You know the little brass nose cones that you can sweat on to a roll oof 3/8 tubing to make your own speedys...

Anyone still use these, They just came to mind and I figured I would ask.


----------



## Ron (Jun 12, 2008)

******* said:


> Anyone still use these ?
> 
> You know the little brass nose cones that you can sweat on to a roll oof 3/8 tubing to make your own speedys...
> 
> Anyone still use these, They just came to mind and I figured I would ask.


I have no clue what your talking about, got a picture?


----------



## Bill (Jun 17, 2008)

Was thinking the same Ron, never heard of it and have no idea what it is or what it is for.


----------



## uaplumber (Jun 16, 2008)

A solder-on end for soft copper tubing to make lav supplies? Why do the work. Buy one.


----------



## Bill (Jun 17, 2008)

Oh, hell yeh! 
Too much time to make one. I would rather use a braided supply line anyway


----------



## user4 (Jun 12, 2008)

uaplumber said:


> A solder-on end for soft copper tubing to make lav supplies? Why do the work. Buy one.


They went away after the cone washer and brass ring allowed straight pieces of tube to be used for supply lines, I still use them to this day.


----------



## 22rifle (Jun 14, 2008)

Killertoiletspider said:


> They went away after the cone washer and brass ring allowed straight pieces of tube to be used for supply lines, I still use them to this day.


Why so? Why not buy the chrome (or whatever) supply lines with the nose piece already soldered on?


----------



## user4 (Jun 12, 2008)

22rifle said:


> Why so? Why not buy the chrome (or whatever) supply lines with the nose piece already soldered on?


I use those also, but some of the European stop kits we use come with plain end polished nickel tubes.


----------



## 22rifle (Jun 14, 2008)

Killertoiletspider said:


> I use those also, but some of the European stop kits we use come with plain end polished nickel tubes.


Makes perfect sense.


----------



## Proud Plumber (Sep 15, 2008)

OMG, The guys I started under exclusively used sweat on nose cones back in the late 80's. I did not think any other world existed until 1991. When we needed trim finish like chrome or the ever infamous polished brass, we would sand the living tar out of the tip of the cp or pb tubing and use a liquid flux we got from southern specialty. For closet supplies they bought what we called spaghetti tubing. It was 5' sticks of cp tubing and we used brass and rubber washers. 

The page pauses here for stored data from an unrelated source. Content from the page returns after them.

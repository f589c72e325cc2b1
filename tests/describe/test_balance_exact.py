"""Balance by step computed group by group gives the same bits as the plain computation.

Equivalence checks with no outside reference: the reference below is the earlier code of
``regimewise.describe.balance`` written out (every state's rows and weights selected afresh, the weights' sums
taken for every state), and the new code must reproduce its every number (JSON text: the shortest repr of a
float names its bits).
"""

from __future__ import annotations

import json

import numpy as np
import pytest
from support.tiny import REPOSITORY

from regimewise.core.features import action_codes
from regimewise.core.weighting import inverse_probability_weights
from regimewise.data.records import clean_decisions
from regimewise.demo.simulate import simulate_cohort
from regimewise.describe.balance import balance_by_step, state_columns, weighted_smd
from regimewise.protocol import load_protocol
from regimewise.usual_care.metrics import probability_of_taken


def _reference_moments(x, w, binary):
    x = np.asarray(x, dtype=float)
    w = np.asarray(w, dtype=float)
    mean = float(np.sum(w * x) / np.sum(w))
    if binary:
        return mean, mean * (1.0 - mean)
    denominator = np.sum(w) ** 2 - np.sum(w**2)
    if denominator <= 0:
        return mean, float("nan")
    return mean, float(np.sum(w) / denominator * np.sum(w * (x - mean) ** 2))


def _reference_smd(x1, x0, w1, w0, binary=False):
    if len(x1) < 2 or len(x0) < 2:
        return None
    m1, v1 = _reference_moments(x1, w1, binary)
    m0, v0 = _reference_moments(x0, w0, binary)
    spread = np.sqrt((v1 + v0) / 2.0)
    if np.isfinite(spread) and spread > 0:
        return float((m1 - m0) / spread)
    return 0.0 if spread == 0 and m1 == m0 else None


def _reference_state_balance(x, codes, weights, labels, binary):
    unweighted, weighted = {}, {}
    ref = codes == 0
    for k, label in enumerate(labels[1:], start=1):
        grp = codes == k
        unweighted[label] = _reference_smd(x[grp], x[ref], np.ones(grp.sum()), np.ones(ref.sum()), binary)
        weighted[label] = _reference_smd(x[grp], x[ref], weights[grp], weights[ref], binary)
    found = {"unweighted": unweighted, "weighted": weighted}
    sizes = {name: [abs(v) for v in smds.values() if v is not None] for name, smds in found.items()}
    return found | {f"max_abs_{name}": max(v) if v else None for name, v in sizes.items()}


def _reference_balance(decisions, proba, protocol):
    codes = action_codes(decisions, protocol.action_labels)
    weights = inverse_probability_weights(probability_of_taken(proba, codes))
    steps = decisions["step"].to_numpy()
    columns = [column for s in protocol.states for column in state_columns(decisions, s)]
    out = {}
    for t in np.unique(steps):
        rows = steps == t
        found = {
            c.name: _reference_state_balance(
                c.values[rows], codes[rows], weights[rows], protocol.action_labels, c.binary
            )
            for c in columns
        }
        out[str(int(t))] = {"decisions": int(rows.sum()), "states": found}
    return out


@pytest.mark.parametrize(("n_patients", "seed"), [(8, 1), (60, 2), (700, 3)])  # the small cohorts leave groups
def test_balance_by_step_has_the_numbers_of_the_plain_computation(n_patients, seed):  # of fewer than two
    pf = load_protocol(REPOSITORY / "config" / "protocol.yaml")
    cohort = simulate_cohort(n_patients, seed=seed, confounding_strength=0.5)
    frame = clean_decisions(pf, cohort.decisions)
    new = balance_by_step(frame, cohort.behaviour_proba, pf.protocol)
    old = _reference_balance(frame, cohort.behaviour_proba, pf.protocol)  # the flag counts follow from the states
    assert json.dumps({t: {key: step[key] for key in ("decisions", "states")} for t, step in new.items()}) == (
        json.dumps(old)
    )


@pytest.mark.parametrize("binary", [False, True])
@pytest.mark.parametrize("seed", range(4))
def test_weighted_smd_has_the_bits_of_the_plain_computation(seed, binary):
    rng = np.random.default_rng(seed)
    x1, x0 = (rng.integers(0, 2, n).astype(float) if binary else rng.normal(size=n) for n in (50, 70))
    w1, w0 = rng.uniform(1, 9, 50), rng.uniform(1, 9, 70)
    for weights in ((w1, w0), (np.ones(50), np.ones(70)), (np.ones(50), np.r_[np.zeros(69), 1.0])):
        new, old = weighted_smd(x1, x0, *weights, binary), _reference_smd(x1, x0, *weights, binary)
        assert json.dumps(new) == json.dumps(old)
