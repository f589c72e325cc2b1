"""Cohort table, standardised mean differences and cell suppression, checked by hand and by brute force."""

import itertools
import json

import numpy as np
import pandas as pd
import pytest
from support.tiny import REPOSITORY

from regimewise.data.records import clean_decisions
from regimewise.demo.simulate import simulate_cohort
from regimewise.describe.balance import balance_by_step, smd, weighted_smd
from regimewise.describe.cohort import cohort_table
from regimewise.describe.suppression import determined_cells, suppress_cells
from regimewise.protocol import load_protocol
from regimewise.report.figures import balance_figure


def test_smd_equals_hand_calculation():
    # Hand calculation (Austin 2009, Stat Med 28:3083): d = (m1 - m0) / sqrt((s1^2 + s0^2) / 2).
    # x1 = 1,2,3,4: mean 2.5, sample variance 5/3; x0 = 2,4,6: mean 4, sample variance 4.
    assert smd([1.0, 2.0, 3.0, 4.0], [2.0, 4.0, 6.0]) == pytest.approx(-1.5 / np.sqrt((5 / 3 + 4) / 2), rel=1e-12)
    # Binary: p1 = 1/2, p0 = 1/4, variances p(1 - p) = 1/4 and 3/16.
    expected = 0.25 / np.sqrt((0.25 + 0.1875) / 2)
    assert smd([1, 0, 1, 0], [1, 0, 0, 0], binary=True) == pytest.approx(expected, rel=1e-12)


def test_weighted_smd_with_unit_weights_equals_unweighted():
    rng = np.random.default_rng(3)
    x1, x0 = rng.normal(0.3, 1.2, 57), rng.normal(0.0, 0.8, 91)
    # Identity (Austin & Stuart 2015, Stat Med 34:3661): with all weights 1 the weighted SMD is the SMD.
    assert weighted_smd(x1, x0, np.ones(57), np.ones(91)) == pytest.approx(smd(x1, x0), rel=1e-12)
    b1, b0 = (x1 > 0).astype(float), (x0 > 0).astype(float)
    assert weighted_smd(b1, b0, np.ones(57), np.ones(91), True) == pytest.approx(smd(b1, b0, True), rel=1e-12)


def test_weighted_smd_hand_formula():
    x1, w1 = np.array([1.0, 2.0, 4.0]), np.array([1.0, 2.0, 3.0])
    x0, w0 = np.array([0.0, 1.0]), np.array([2.0, 2.0])
    # Hand calculation with Austin & Stuart's (2015) weighted mean and variance
    # s^2 = sum(w) / (sum(w)^2 - sum(w^2)) * sum(w (x - m)^2).
    m1 = (1 + 4 + 12) / 6
    v1 = 6 / (36 - 14) * (1 * (1 - m1) ** 2 + 2 * (2 - m1) ** 2 + 3 * (4 - m1) ** 2)
    m0, v0 = 0.5, 4 / (16 - 8) * (2 * 0.25 + 2 * 0.25)
    assert weighted_smd(x1, x0, w1, w0) == pytest.approx((m1 - m0) / np.sqrt((v1 + v0) / 2), rel=1e-12)
    # Scaling all weights by a constant changes nothing.
    assert weighted_smd(x1, x0, 7 * w1, 7 * w0) == pytest.approx(weighted_smd(x1, x0, w1, w0), rel=1e-12)


def test_inverse_probability_weights_balance_a_confounder():
    rng = np.random.default_rng(11)
    x = rng.normal(size=40_000)
    p = 1 / (1 + np.exp(-(0.8 * x - 0.3)))
    a = rng.random(x.size) < p
    before = smd(x[a], x[~a])
    after = weighted_smd(x[a], x[~a], 1 / p[a], 1 / (1 - p[~a]))
    # Theory (Rosenbaum & Rubin 1983, Biometrika 70:41): weighting by the true propensity balances x in
    # expectation; the sampling SD of the SMD here is about sqrt(2 / 20000) = 0.01, so 0.05 is a wide margin.
    assert abs(before) > 0.5
    assert abs(after) < 0.05


# ---------------------------------------------------------------------------------------------- suppression
def _brute_force_values(table, mask, window=3):
    """Every value each suppressed cell takes among the non-negative integer tables that agree with the published
    cells and the additivity of rows and columns, searching every interior suppressed cell within ``window`` of
    its true value: an exhaustive check that at least one other completion exists."""
    values = np.asarray(table)
    free = [(r, c) for r in range(values.shape[0] - 1) for c in range(values.shape[1] - 1) if mask[r, c]]
    seen = {cell: set() for cell in zip(*np.nonzero(mask))}
    ranges = [range(max(0, values[cell] - window), values[cell] + window + 1) for cell in free]
    for filling in itertools.product(*ranges):
        candidate = values.copy()
        for cell, v in zip(free, filling):
            candidate[cell] = v
        candidate[:-1, -1] = candidate[:-1, :-1].sum(axis=1)
        candidate[-1, :] = candidate[:-1, :].sum(axis=0)
        if np.all(candidate[~mask] == values[~mask]):
            for cell in seen:
                seen[cell].add(int(candidate[cell]))
    return seen


def _with_margins(interior):
    interior = np.asarray(interior)
    table = np.column_stack([interior, interior.sum(axis=1)])
    return np.vstack([table, table.sum(axis=0)])


def test_complementary_suppression_hand_example():
    table = _with_margins([[3, 20, 30], [25, 40, 12]])
    mask = suppress_cells(table, threshold=11)
    # Primary: 3 (1..10). Its row and column then need a second hidden cell, and the cells chosen need partners
    # too; no line may end with exactly one hidden cell.
    assert mask[0, 0]
    for line in [*mask, *mask.T]:
        assert line.sum() != 1
    # Exhaustive check: every suppressed cell can take at least two values given what is published.
    seen = _brute_force_values(table, mask)
    assert all(len(v) >= 2 for v in seen.values())
    # The same check catches primary suppression alone: 3 = 53 - 20 - 30 is recovered from the row total.
    only_primary = np.zeros(table.shape, dtype=bool)
    only_primary[0, 0] = True
    assert _brute_force_values(table, only_primary) == {(0, 0): {3}}


@pytest.mark.parametrize("seed", range(6))
def test_no_suppressed_cell_is_recoverable_on_random_tables(seed):
    rng = np.random.default_rng(seed)
    interior = rng.choice([0, 1, 2, 4, 6, 9], size=(2, 3))
    table = _with_margins(interior)
    mask = suppress_cells(table, threshold=3)
    # Exhaustive check of every completion near the true table.
    seen = _brute_force_values(table, mask)
    assert all(len(v) >= 2 for v in seen.values()), (table, mask)
    # The linear-programming audit agrees with brute force: nothing is pinned down.
    assert not determined_cells(table, mask).any()


@pytest.mark.parametrize("row", [[3, 20, 23], [3, 23], [3, 0, 3], [0, 2, 2], [12, 15, 27]])
def test_one_row_tables_finish_and_hide_what_they_can(row):
    # A one-row table (patients by first action, with their total last; no totals row) once looped forever: a
    # one-cell column can never get a second hidden cell. What must hold, by hand: every count from 1 to 10 is
    # hidden, and a hidden count is not recoverable as the total minus the published counts, i.e. at least two
    # counts are hidden or the total is.
    mask = suppress_cells(np.asarray([row]), threshold=11)[0]
    counts, hidden = np.asarray(row[:-1]), mask[:-1]
    assert np.all(hidden[(counts > 0) & (counts < 11)])
    assert hidden.sum() != 1 or mask[-1]
    if not any(0 < c < 11 for c in counts):
        assert not mask.any()


def test_interval_audit_finds_a_recoverable_cell():
    table = _with_margins([[3, 20], [25, 40]])
    only_primary = np.zeros(table.shape, dtype=bool)
    only_primary[0, 0] = True
    # Exact: with the row total published, 3 = 23 - 20 is recovered.
    assert determined_cells(table, only_primary)[0, 0]


# ---------------------------------------------------------------------------------------------- cohort table
@pytest.fixture(scope="module")
def simulated():
    pf = load_protocol(REPOSITORY / "config" / "protocol.yaml")
    cohort = simulate_cohort(600, seed=5, confounding_strength=0.0)
    frame = clean_decisions(pf, cohort.decisions)
    return pf.protocol, frame, cohort.behaviour_proba


def test_cohort_table_counts_and_small_cells(simulated):
    protocol, frame, _ = simulated
    table = cohort_table(frame, protocol)
    json.dumps(table)
    first = frame[frame["step"] == 0]
    counts = first["action"].value_counts()
    threshold = protocol.report.min_cell_count
    # Reference: pandas value_counts of the first action; 1..10 shown as "<11".
    for label in protocol.action_labels:
        n = int(counts.get(label, 0))
        shown = table["n"][label]
        assert shown == f"<{threshold}" if 0 < n < threshold else shown in (f"{n:,}", "suppressed")
    female = next(r for r in table["rows"] if r["state"] == "female")
    hold = first[first["action"] == "hold"]["female"]
    if female["cells"]["hold"] not in ("suppressed", f"<{threshold}"):
        assert female["cells"]["hold"] == f"{int(hold.sum()):,} ({100 * hold.mean():.1f}%)"
    sbp = next(r for r in table["rows"] if r["state"] == "sbp")
    x1 = first.loc[first["action"] == "step_up", "sbp"]
    x0 = first.loc[first["action"] == "hold", "sbp"]
    # Hand formula of Austin (2009) with pandas' sample variances.
    expected = (x1.mean() - x0.mean()) / np.sqrt((x1.var() + x0.var()) / 2)
    assert sbp["smd"]["step_up"] == pytest.approx(expected, rel=1e-10)


def test_balance_by_step_with_true_probabilities(simulated):
    protocol, frame, truth = simulated
    balance = balance_by_step(frame, truth, protocol)
    assert sorted(balance, key=int) == [str(t) for t in range(protocol.horizon)]
    rows = frame["step"].to_numpy() == 2
    x = frame["sbp"].to_numpy()[rows]
    action = frame["action"].to_numpy()[rows]
    taken = truth[rows][np.arange(rows.sum()), pd.Categorical(action, categories=protocol.action_labels).codes]
    w = 1 / taken
    up, hold = action == "step_up", action == "hold"
    # Reference: weighted_smd on the hand-selected rows of step 2 with weights 1 / p(action taken).
    assert balance["2"]["states"]["sbp"]["weighted"]["step_up"] == pytest.approx(
        weighted_smd(x[up], x[hold], w[up], w[hold]), rel=1e-12
    )
    figure = balance_figure(balance, {s.name: s.label for s in protocol.states})
    assert figure.startswith("<svg")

The sweat on nose cones can come in handy, but with the quality of todays pre-made supplies they are most likely at the same graveyard as the wagon wheel.


----------



## Wethead (Oct 13, 2008)

Proud Plumber said:


> OMG, The guys I started under exclusively used sweat on nose cones back in the late 80's.
> 
> hey are most likely at the same graveyard as the wagon wheel.


So True, I just wanted to see how many people remember them and if they actually used them, not to many will remember those things,

I tried to find a picture online but couldn't :yes:


----------



## unionpipeguy (Nov 3, 2008)

*nose cones aka nose pieces*

Absolutely the best thing since sliced bread, I keep them in the copper fitting bin for use where chrome is not needed and various custom lengths are useful, such as inside the kitchen cabinet or vanity cabinet.


----------



## richfield (Oct 29, 2008)

I am a fairly new plumber but love the old school ways. I had a problem a couple years ago where they moved the sink at the last second. Found these nose cones and have kept a couple in my van ever since. very handy


----------



## Plasticman (Oct 14, 2008)

I started out using copper tubing for supply lines using the infamous cone washer and friction ring. Then as times changed, I started using braided flex on all hook up's untill a friend of mine told me about pex supplies with the bulb already attached. They come in various lengths and are much cheaper and I have never had a problem with one yet. I do still use braided flex to connect to dishwasher or icemaker, still think they are great,, beats using copper at todays prices.


----------



## richfield (Oct 29, 2008)

speaking of different supplies... last year I was changing out three toilets for a friend of mine that owns a large trucking shop. As plumbers we seem to hear water running a mile away, and I noticed a braided supply had bursted underneath a sink. Nice guy that I am, I changed it with those grey pex supplies. He called me up a couple months later and told me I flooded his shop, well in reality the pex supply burst and one of the workers was right there and shut off the water. What do you think this was caused from? I was thinking maybe a faulty PRV or the lines were getting to cold because it was backing onto an outside wall. He sold the shop the shop so I probably wont have to go back there but just curious if anyones seen this before.


----------



## Wethead (Oct 13, 2008)

unionpipeguy said:


> Absolutely the best thing since sliced bread, I keep them in the copper fitting bin for use where chrome is not needed and various custom lengths are useful, such as inside the kitchen cabinet or vanity cabinet.


Nice, I am glad someone agrees and remembers them 



richfield said:


> I am a fairly new plumber but love the old school ways. I had a problem a couple years ago where they moved the sink at the last second. Found these nose cones and have kept a couple in my van ever since. very handy



Ya, they are great for custom stuff on the go for sure, roll of 3/8 and some nose cones the sink can be anywhere


----------